Configure Vector DB

Overview

AutoRAG supports connection to multiple Vector Databases. This document outlines how to configure them.

Supported Vector Databases

  • Chroma (requires a link for setup)

  • Milvus

Usage

Configure your Vector DBs in the YAML file as shown below. For more detailed information on YAML file syntax, please refer to here.

vectordb:
  - name: openai_embed_3_small
    db_type: chroma
    client_type: persistent
    embedding_model: openai_embed_3_small
    collection_name: openai_embed_3_small
    path: ${PROJECT_DIR}/resources/chroma
  - name: openai_embed_3_large
    db_type: milvus
    embedding_model: openai_embed_3_large
    collection_name: openai_embed_3_large
    uri: ${MILVUS_URI}
    token: ${MILVUS_TOKEN}
    embedding_batch: 50

In this example, we’ve configured two vector databases:

  1. The first uses the openai_embed_3_small model with Chroma.
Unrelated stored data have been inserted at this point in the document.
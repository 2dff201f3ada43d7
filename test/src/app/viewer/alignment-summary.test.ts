import { expect } from 'chai';
import { fitAlignment } from '../../../../shared/viewer/alignment';
import { summariseAlignment } from '../../../../src/app/viewer/alignment-summary';

describe('viewer: alignment summary in words', () => {
  it('two pairs: exact fit, scale and turn, compared with the pixel sizes', () => {
    // Hand-computed: (0,0)→(10,20) and (100,0)→(10,220): twice the size, turned 90°.
    const fit = fitAlignment([{ image: [10, 20], other: [0, 0] }, { image: [10, 220], other: [100, 0] }]);
    const s = summariseAlignment(fit, 0.5, 1.0);
    expect(s.what).to.equal('Scale, rotation and shift from 2 point pairs');
    expect(s.agreement).to.contain('Two pairs fit exactly');
    // Hand-computed: 1.0 / 0.5 = 2 expected, 2 fitted.
    expect(s.scale).to.equal('Compared image drawn at 2.000 ×, turned 90.0°; the pixel sizes say 2.000 × (0.0 % apart)');
    expect(s.warning).to.equal('');
    expect(summariseAlignment(fit, 0.5, 1.2).warning, 'expected 2.4 ×, fitted 2 ×: 17 % apart').to.contain('more than 5 %');
  });

  it('three pairs: the similarity residuals in µm when the main image is calibrated, in px when not', () => {
    // Hand-computed in test/shared/viewer/alignment.test.ts: residuals 0.5·√2, 0.5 and 0.5 px.
    const fit = fitAlignment([{ image: [0, 0], other: [0, 0] }, { image: [10, 0], other: [10, 0] }, { image: [0, 12], other: [0, 10] }]);
    // 0.7071 px × 2 µm/px = 1.414 µm; 0.5 px × 2 µm/px = 1 µm.
    expect(summariseAlignment(fit, 2, null).agreement).to.equal('Off by, with scale, rotation and shift only: 1: 1.41 µm · 2: 1 µm · 3: 1 µm');
    expect(summariseAlignment(fit, null, null).agreement).to.equal('Off by, with scale, rotation and shift only: 1: 0.707 px · 2: 0.5 px · 3: 0.5 px');
    expect(summariseAlignment(fit, null, null).scale).to.equal('Compared image drawn at 1.200 × by 1.000 ×, turned 0.0°');
  });
});
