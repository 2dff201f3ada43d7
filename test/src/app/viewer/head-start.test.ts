import { expect } from 'chai';
import { firstViewTiles } from '../../../../src/app/viewer/head-start';

const RECORD = '/api/projects/p1/images/i1';
/** The Deep Zoom tile path the server serves (server/images routes) under an image's record. */
const tileUrl = (_p: string, _i: string, level: number, col: number, row: number) => `${RECORD}/tiles/${level}/${col}_${row}.jpg`;

describe('client: tiles fetched before the viewer starts', () => {
  it('asks for the tiles of the fitted view of a 20000 px square image on a 1280 × 860 window, the centre tile first', () => {
    // Hand-computed: the canvas is about 1280 − 416 by 860 − 112 px, so the fit scale is 748 / 20000 = 0.0374,
    // 2^4 < 1 / 0.0374 < 2^5: four levels below the top (15), level 11 is 20000 / 16 = 1250 px, 5 × 5 tiles of 256 px.
    const urls = firstViewTiles(RECORD, { width: 20000, height: 20000 }, { width: 1280, height: 860, pixelRatio: 1 });

    expect(urls).to.have.length(25);
    expect(urls[0]).to.equal(tileUrl('p1', 'i1', 11, 2, 2));
    expect(new Set(urls).size).to.equal(25);
    expect(urls).to.include(tileUrl('p1', 'i1', 11, 4, 4));
  });

  it('takes one finer level on a screen with two device pixels per CSS pixel', () => {
    const urls = firstViewTiles(RECORD, { width: 20000, height: 20000 }, { width: 1280, height: 860, pixelRatio: 2 });

    // Level 12 is 2500 px wide: 10 × 10 = 100 tiles, over the limit of 64, so the page is left to ask for them itself.
    expect(urls).to.deep.equal([]);
  });

  it('asks for the single tile of a small image', () => {
    expect(firstViewTiles(RECORD, { width: 200, height: 150 }, { width: 1280, height: 860, pixelRatio: 1 })).to.deep.equal([tileUrl('p1', 'i1', 8, 0, 0)]);
  });
});
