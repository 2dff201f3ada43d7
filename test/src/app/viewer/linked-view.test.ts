import { expect } from 'chai';
import { alignedViewport, overlayMatrix, overlayTileView } from '../../../../src/app/viewer/linked-view';
import { apply, invert, type Affine } from '../../../../shared/viewer/alignment';

/** Other image px → main image px: twice the size, shifted by (100, 200). */
const doubled: Affine = { a: 2, b: 0, c: 0, d: 2, e: 100, f: 200 };

describe('viewer: linked and overlaid views of aligned images', () => {
  it('the overlay matrix carries an other-image point through the alignment and the main view to the screen', () => {
    const v = { scale: 2, x: 100, y: 50, width: 800, height: 600 };
    const m = overlayMatrix(v, doubled);
    // Hand-computed: other (0,0) → main (100,200) → screen ((100−100)·2, (200−50)·2) = (0, 300); one other px is 2·2 = 4 screen px.
    expect(apply(m, [0, 0])).to.deep.equal([0, 300]);
    expect(m.a).to.equal(4);
    expect(m.d).to.equal(4);
  });

  it('the overlay tiles are chosen for the box of the other image the main screen covers', () => {
    const v = { scale: 1, x: 0, y: 0, width: 400, height: 300 };
    // Hand-computed: main (0,0) is other (−50, −100) and main (400,300) is other (150, 50); 2 screen px per other px.
    const t = overlayTileView(v, doubled);
    expect(t).to.deep.equal({ scale: 2, x: -50, y: -100, width: 400, height: 300 });
  });

  it('an aligned compared view is centred on the matching point at the matching zoom', () => {
    const v = { scale: 1, x: 0, y: 0, width: 400, height: 300 };
    // Hand-computed: the main centre (200,150) is other ((200−100)/2, (150−200)/2) = (50, −25); zoom 1 / 0.5 = 2;
    // so the other view's top-left is (50 − 200/2, −25 − 150/2) = (−50, −100).
    const w = alignedViewport(v, invert(doubled), { width: 400, height: 300 });
    expect(w.scale).to.be.closeTo(2, 1e-12);
    expect(w.x).to.be.closeTo(-50, 1e-9);
    expect(w.y).to.be.closeTo(-100, 1e-9);
  });
});
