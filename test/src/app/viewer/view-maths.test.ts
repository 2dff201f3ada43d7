import { expect } from 'chai';
import { screenToImage, type Viewport } from '../../../../shared/viewer/viewport';
import { centreOn, keepInView, overviewRect, overviewToImage, pinch, resizeViewport, viewportForBounds, wheelZoomFactor } from '../../../../src/app/viewer/view-maths';

const image = { width: 2000, height: 1000 };
const view = (over: Partial<Viewport> = {}): Viewport => ({ scale: 1, x: 0, y: 0, width: 400, height: 300, ...over });
const centreOf = (v: Viewport) => screenToImage(v, v.width / 2, v.height / 2);

describe('client: view maths, the overview', () => {
  it('draws the view outline scaled to the overview box', () => {
    // Hand-computed: a 200 × 200 box shows 2000 × 1000 at 0.1; the view 500…900 × 250…550 becomes 50, 25, 40 × 30.
    expect(overviewRect(view({ x: 500, y: 250 }), image, 200, 200)).to.deep.equal({ x: 50, y: 25, width: 40, height: 30 });
  });

  it('clips the outline to the image when the view hangs over its edge', () => {
    // Hand-computed: the view −100…300 keeps 0…300 of the image, 30 px at 0.1.
    const r = overviewRect(view({ x: -100, y: 0 }), image, 200, 200);

    expect(r.x).to.equal(0);
    expect(r.width).to.be.closeTo(30, 1e-9);
  });

  it('gives an empty outline for a view entirely off the image', () => {
    const r = overviewRect(view({ x: 5000 }), image, 200, 200);

    expect(r.width).to.equal(0);
  });

  it('turns a click on the overview into the image point under it', () => {
    expect(overviewToImage(image, 200, 200, 50, 25)).to.deep.equal({ x: 500, y: 250 });
  });
});

describe('client: view maths, moving the view', () => {
  it('centres an image point on the screen at the same zoom', () => {
    const v = centreOn(view({ scale: 2 }), 1000, 500);

    expect(v.scale).to.equal(2);
    expect(centreOf(v)).to.deep.equal({ x: 1000, y: 500 });
  });

  it('fits a shape with a margin on the screen, centred', () => {
    // Hand-computed: 800 × 600 screen less 2 × 48 margin is 704 × 504; a 200 × 100 box fits at min(3.52, 5.04) = 3.52.
    const v = viewportForBounds(view({ width: 800, height: 600 }), { minX: 100, minY: 100, maxX: 300, maxY: 200 });

    expect(v.scale).to.be.closeTo(3.52, 1e-9);
    expect(centreOf(v).x).to.be.closeTo(200, 1e-9);
    expect(centreOf(v).y).to.be.closeTo(150, 1e-9);
  });

  it('does not zoom past the cap on a point', () => {
    const v = viewportForBounds(view({ width: 800, height: 600 }), { minX: 40, minY: 40, maxX: 40, maxY: 40 }, 48, 3);

    expect(v.scale).to.equal(3);
    expect(centreOf(v)).to.deep.equal({ x: 40, y: 40 });
  });

  it('keeps the image point at the centre when the screen is resized', () => {
    const v = resizeViewport(view({ x: 300, y: 200, scale: 1.5 }), 1000, 700);

    expect(v.scale).to.equal(1.5);
    expect([v.width, v.height]).to.deep.equal([1000, 700]);
    expect(centreOf(v).x).to.be.closeTo(300 + 200 / 1.5, 1e-9);
    expect(centreOf(v).y).to.be.closeTo(200 + 150 / 1.5, 1e-9);
  });
});

describe('client: view maths, not losing the image', () => {
  const overlapX = (v: Viewport) => Math.min(image.width, v.x + v.width / v.scale) - Math.max(0, v.x);

  it('leaves a view over the image where it is', () => {
    const v = view({ x: 800, y: 300 });

    expect(keepInView(v, image)).to.deep.equal(v);
  });

  it('pulls a view panned far off either side back until a quarter of it shows image', () => {
    // Hand-computed: a 400 px wide view keeps at least 100 px of image.
    const right = keepInView(view({ x: 9000 }), image);
    const left = keepInView(view({ x: -9000 }), image);

    expect(overlapX(right)).to.be.closeTo(100, 1e-9);
    expect(overlapX(left)).to.be.closeTo(100, 1e-9);
  });
});

describe('client: view maths, pinch and wheel', () => {
  it('zooms by the change in finger distance and keeps the point between the fingers still', () => {
    const v = view({ x: 100, y: 100 });
    const under = screenToImage(v, 200, 150);
    const next = pinch(v, image, [{ x: 150, y: 150 }, { x: 250, y: 150 }], [{ x: 100, y: 150 }, { x: 300, y: 150 }]);

    expect(next.scale).to.be.closeTo(2, 1e-9);
    expect(screenToImage(next, 200, 150).x).to.be.closeTo(under.x, 1e-9);
    expect(screenToImage(next, 200, 150).y).to.be.closeTo(under.y, 1e-9);
  });

  it('pans with two fingers moved together, without zooming', () => {
    const v = view({ x: 100, y: 100, scale: 2 });
    const next = pinch(v, image, [{ x: 100, y: 100 }, { x: 200, y: 100 }], [{ x: 150, y: 120 }, { x: 250, y: 120 }]);

    expect(next.scale).to.equal(2);
    expect(next.x).to.be.closeTo(100 - 50 / 2, 1e-9);
    expect(next.y).to.be.closeTo(100 - 20 / 2, 1e-9);
  });

  it('zooms in for a wheel turned away from the user and out for one turned back, by inverse amounts', () => {
    expect(wheelZoomFactor(-100, 0)).to.be.greaterThan(1);
    expect(wheelZoomFactor(100, 0)).to.be.lessThan(1);
    expect(wheelZoomFactor(100, 0) * wheelZoomFactor(-100, 0)).to.be.closeTo(1, 1e-12);
    expect(wheelZoomFactor(0, 0)).to.equal(1);
  });

  it('reads a wheel counting in lines like the same turn in pixels', () => {
    // Common practice, no source: one line of a wheel is about 16 px.
    expect(wheelZoomFactor(3, 1)).to.be.closeTo(wheelZoomFactor(48, 0), 1e-12);
  });

  it('zooms a mouse notch by about a fifth', () => {
    // Common practice, no source: a notch reports about 100 px; ≈ ×1.2 per notch.
    expect(wheelZoomFactor(-100, 0)).to.be.within(1.1, 1.3);
  });

  it('limits one huge flick to the zoom of a large one', () => {
    expect(wheelZoomFactor(-100_000, 0)).to.equal(wheelZoomFactor(-10_000, 0));
    expect(wheelZoomFactor(-100_000, 0)).to.be.lessThan(2);
  });
});
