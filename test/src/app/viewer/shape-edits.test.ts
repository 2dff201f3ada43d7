import { expect } from 'chai';
import type { Coordinates } from '../../../../shared/annotations/annotations';
import { canReshape, clampToImage, edgeMidpoints, insertVertex, moveVertex, removeVertex, samePoints, translateShape } from '../../../../src/app/viewer/shape-edits';

const image = { width: 1000, height: 800 };
const rect: Coordinates = [[100, 100], [300, 100], [300, 200], [100, 200]];

describe('client: shape edits, staying on the image', () => {
  it('moves a point off the image onto its nearest edge', () => {
    expect(clampToImage([-5, 900], image)).to.deep.equal([0, 800]);
    expect(clampToImage([500, 400], image)).to.deep.equal([500, 400]);
  });

  it('shifts a whole shape by the drag', () => {
    expect(translateShape(rect, 10, -20, image)).to.deep.equal([[110, 80], [310, 80], [310, 180], [110, 180]]);
  });

  it('shortens a drag that would push the shape off the image, keeping its form', () => {
    // Hand-computed: the right edge at 300 can move 700 px at most; the top at 100 can move up 100.
    const moved = translateShape(rect, 5000, -5000, image);

    expect(moved).to.deep.equal([[800, 0], [1000, 0], [1000, 100], [800, 100]]);
  });

  it('leaves the shape it was given alone', () => {
    const copy = structuredClone(rect);
    translateShape(rect, 10, 10, image);
    moveVertex('rectangle', rect, 0, [50, 50], image);

    expect(rect).to.deep.equal(copy);
  });
});

describe('client: shape edits, dragging a vertex', () => {
  it('moves only that vertex of a polygon', () => {
    const tri: Coordinates = [[0, 0], [100, 0], [50, 80]];

    expect(moveVertex('polygon', tri, 2, [60, 90], image)).to.deep.equal([[0, 0], [100, 0], [60, 90]]);
  });

  it('keeps a rectangle a rectangle: the opposite corner holds and the neighbours follow', () => {
    const moved = moveVertex('rectangle', rect, 2, [400, 260], image);

    expect(moved).to.deep.equal([[100, 100], [400, 100], [400, 260], [100, 260]]);
  });

  it('keeps a rectangle whose corners run the other way round a rectangle too', () => {
    const other: Coordinates = [[100, 100], [100, 200], [300, 200], [300, 100]];
    const moved = moveVertex('rectangle', other, 0, [50, 40], image);

    expect(moved).to.deep.equal([[50, 40], [50, 200], [300, 200], [300, 40]]);
  });

  it('keeps a rectangle when a corner is dragged past the opposite one', () => {
    // Hand-computed: corner 2 taken from (300, 200) to (50, 50); (100, 100) holds still.
    const moved = moveVertex('rectangle', rect, 2, [50, 50], image);

    expect(moved).to.deep.equal([[100, 100], [50, 100], [50, 50], [100, 50]]);
  });

  it('stops a dragged vertex at the image edge', () => {
    expect(moveVertex('polyline', [[10, 10], [20, 20]], 1, [2000, -30], image)).to.deep.equal([[10, 10], [1000, 0]]);
  });
});

describe('client: shape edits, comparing shapes', () => {
  it('sees equal lists as the same and any moved point or extra point as a change', () => {
    expect(samePoints(rect, structuredClone(rect))).to.equal(true);
    expect(samePoints(rect, translateShape(rect, 1, 0, image))).to.equal(false);
    expect(samePoints(rect, rect.slice(0, 3))).to.equal(false);
  });
});

describe('client: shape edits, adding and removing vertices', () => {
  const tri: Coordinates = [[0, 0], [100, 0], [50, 80]];
  const line: Coordinates = [[10, 10], [110, 10], [110, 60]];

  it('offers the middle of every edge, the closing edge of an outline included', () => {
    // Hand-computed midpoints: (0+100)/2, (100+50)/2 and (50+0)/2 along x; 0, 40, 40 along y.
    expect(edgeMidpoints('polygon', tri)).to.deep.equal([[50, 0], [75, 40], [25, 40]]);
    // An open line has one edge fewer.
    expect(edgeMidpoints('polyline', line)).to.deep.equal([[60, 10], [110, 35]]);
  });

  it('offers no edge handles on shapes with a fixed number of points', () => {
    expect(edgeMidpoints('rectangle', rect)).to.deep.equal([]);
    expect(edgeMidpoints('ruler', [[0, 0], [10, 0]])).to.deep.equal([]);
    expect(canReshape('angle')).to.equal(false);
    expect(canReshape('polyline')).to.equal(true);
  });

  it('inserts a new vertex after the edge it was pulled from, kept on the image', () => {
    expect(insertVertex(tri, 1, [80, 45], image)).to.deep.equal([[0, 0], [100, 0], [80, 45], [50, 80]]);
    expect(insertVertex(tri, 2, [-10, 40], image)).to.deep.equal([[0, 0], [100, 0], [50, 80], [0, 40]]);
    expect(tri).to.have.length(3);
  });

  it('removes a vertex while enough remain', () => {
    const square: Coordinates = [[0, 0], [10, 0], [10, 10], [0, 10]];

    expect(removeVertex('polygon', square, 1)).to.deep.equal([[0, 0], [10, 10], [0, 10]]);
    expect(removeVertex('polyline', line, 0)).to.deep.equal([[110, 10], [110, 60]]);
  });

  it('refuses to take an outline below three vertices or a line below two, saying what to do instead', () => {
    expect(removeVertex('polygon', tri, 0)).to.be.a('string').and.match(/at least 3 vertices/);
    expect(removeVertex('polyline', [[0, 0], [5, 5]], 0)).to.be.a('string').and.match(/at least 2 vertices/);
    expect(removeVertex('rectangle', rect, 0)).to.be.a('string').and.match(/fixed number of points/);
  });
});
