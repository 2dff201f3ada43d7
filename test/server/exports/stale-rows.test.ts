import { expect } from 'chai';
import { mountApp } from '../../support/api-client';
import { zipEntries } from '../../support/zip-entries';
import { draw, expectStatus, measureScene, measurementsPath, type MeasureScene } from '../measurements/measurement-fixtures';

/**
 * Every table of field results says "stale" by the same test (pixel size, or the shapes and point count a
 * result used): the specimen's field-data CSV, the project ZIP's measurements.csv and the CSV behind a figure.
 *
 * Scene: a 2000 × 1500 px image row at 0.5 µm/px, one bond interface straight across at y = 750, one
 * intercept count in band 1 (above the interface). The pixel size never changes here, so only the redrawn
 * interface can make the row stale.
 */
describe('exports: the ZIP and figure CSVs mark a row stale when an interface it used is redrawn', () => {
  let app: Awaited<ReturnType<typeof mountApp>>;
  before(async () => (app = await mountApp()));
  after(() => app.close());

  async function scene(): Promise<{ s: MeasureScene; interfaceId: string; figureId: string }> {
    const s = await measureScene(app.url);
    const interfaceId = await draw(s, s.imageId, 'Bond interface', 'polyline', [[0, 750], [2000, 750]]);
    const saved = await s.researcher.post(measurementsPath(s, s.imageId), {
      kind: 'intercept', pattern: { type: 'lines', direction: 'vertical', spacingUm: 200, count: 3 }, where: { type: 'band', band: 1 }, marks: [{ x: 1000, y: 300, line: 1, kind: 'crossing' }],
    });
    expectStatus(saved, 201);
    const figure = await s.researcher.post(`/api/projects/${s.projectId}/figures`, { title: 'Band 1', columns: 1, panels: [{ imageId: s.imageId, region: { x: 0, y: 0, width: 2000, height: 1500 } }] });
    expectStatus(figure, 201);
    return { s, interfaceId, figureId: figure.body.id };
  }

  async function download(s: MeasureScene, path: string): Promise<Buffer> {
    const res = await fetch(app.url + path, { headers: await s.reviewer.authHeaders() });
    expect(res.status, path).to.equal(200);
    return Buffer.from(await res.arrayBuffer());
  }

  /** The cells of one CSV line (RFC 4180: quoted cells may hold commas and doubled quotes; no line breaks here). */
  const cells = (line: string) => [...line.matchAll(/(?:^|,)("(?:[^"]|"")*"|[^,]*)/g)].map((m) => m[1]!.replace(/^"|"$/g, '').replace(/""/g, '"'));
  /** The data rows of a field-data CSV (header, blank line and caution left out). */
  const dataRows = (text: string) => text.split('\r\n').slice(1).filter((l) => l !== '' && !l.startsWith('"Note:') && !l.startsWith('Note:')).map(cells);

  /** The Stale cell of every row of the three CSVs, read by the header's column names. */
  async function staleCells(s: MeasureScene, figureId: string): Promise<Record<string, string[]>> {
    const texts = {
      specimen: (await download(s, `/api/projects/${s.projectId}/specimens/${s.specimenId}/measurements.csv`)).toString(),
      zip: zipEntries(await download(s, `/api/projects/${s.projectId}/export.zip`)).get('measurements.csv')!.toString(),
      figure: (await download(s, `/api/projects/${s.projectId}/figures/${figureId}/measurements.csv`)).toString(),
    };
    return Object.fromEntries(
      Object.entries(texts).map(([where, text]) => {
        const header = cells(text.replace(/^\uFEFF/, '').split('\r\n')[0]!);
        const [pixel, stale] = [header.indexOf('Pixel size (µm/px)'), header.indexOf('Stale')];
        expect(stale, `${where}: a Stale column right after the pixel size and its source`).to.equal(pixel + 2);
        return [where, dataRows(text).map((row) => `${row[pixel]} ${row[stale]}`)];
      }),
    );
  }

  it('when nothing it used has changed, then all three CSVs say no; after the interface is redrawn, all three say yes at the same pixel size', async () => {
    const { s, interfaceId, figureId } = await scene();
    // One intercept field, one row (one direction, no sub-bands): pixel size 0.5 µm/px as measured.
    expect(await staleCells(s, figureId)).to.deep.equal({ specimen: ['0.5 no'], zip: ['0.5 no'], figure: ['0.5 no'] });

    const moved = await s.researcher.patch(`/api/projects/${s.projectId}/images/${s.imageId}/annotations/${interfaceId}`, { version: 1, points: [[0, 550], [2000, 550]] });
    expectStatus(moved, 200);
    expect(await staleCells(s, figureId)).to.deep.equal({ specimen: ['0.5 yes'], zip: ['0.5 yes'], figure: ['0.5 yes'] });
  });

  it('when the stale row is recomputed, then the ZIP and figure CSVs say no again', async () => {
    const { s, interfaceId, figureId } = await scene();
    expectStatus(await s.researcher.patch(`/api/projects/${s.projectId}/images/${s.imageId}/annotations/${interfaceId}`, { version: 1, points: [[0, 550], [2000, 550]] }), 200);
    const [row] = (await s.guest.get(measurementsPath(s, s.imageId))).body as { id: string }[];
    expectStatus(await s.researcher.post(`${measurementsPath(s, s.imageId)}/${row!.id}/recompute`, { version: 1 }), 200);
    expect(await staleCells(s, figureId)).to.deep.equal({ specimen: ['0.5 no'], zip: ['0.5 no'], figure: ['0.5 no'] });
  });
});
Chroma with a persistent client allows for simple local vector database usage.

  2. The second uses Milvus. By providing the appropriate URI and token, you can access a remote Milvus instance. And it uses openai_embed_3_large as the embedding model.

For specific parameters and detailed configuration options, please refer to the respective documentation for each vector database.

Full Ingest Option

The full_ingest option is crucial when using vector databases. By default, it’s set to True. However, if your corpus is particularly large, it’s recommended to set it to False.

When full_ingest is True, the system verifies that all IDs in the corpus.parquet file are properly stored in the vector database. This can be time-consuming and expensive for large datasets.

If set to False, the system only checks for the existence of IDs from the retrieval_gt in the QA data for each vector DB. This check cannot be disabled as the QA data is typically much smaller than the corpus, and crucial for successful trail on AutoRAG.

To set full_ingest to False, use one of the following methods:

Command Line

autorag evaluate --config your/path/to/default_config.yaml --qa_data_path your/path/to/qa.parquet --corpus_data_path your/path/to/corpus.parquet --project_dir ./your/project/directory --full_ingest False

Python Code

from autorag.evaluator import Evaluator

evaluator = Evaluator(qa_data_path='your/path/to/qa.parquet', corpus_data_path='your/path/to/corpus.parquet',
                      project_dir='your/path/to/project_directory')
evaluator.start_trial('your/path/to/config.yaml', full_ingest=False)

Default Options

AutoRAG provides a default Chroma vector database configuration if none is specified in the YAML file. In this case:

  • Chroma will store data in the project_dir/resources/chroma folder

  • The OpenAI text-embedding-ada-002 model will be used for embeddings

You can use this default configuration by specifying it in the vectordb module of your YAML file:

modules:
  - module_type: vectordb
    vectordb: default

This default option allows for quick setup and experimentation without the need for extensive configuration. However, for production use or specific requirements, it’s recommended to explicitly configure your vector database settings.

Additional Considerations

  • If you having trouble at embedding phase, consider set embedding_batch parameter lower.

  • Always ensure that your environment variables (like ${MILVUS_URI} and ${MILVUS_TOKEN}) are properly set when using remote databases.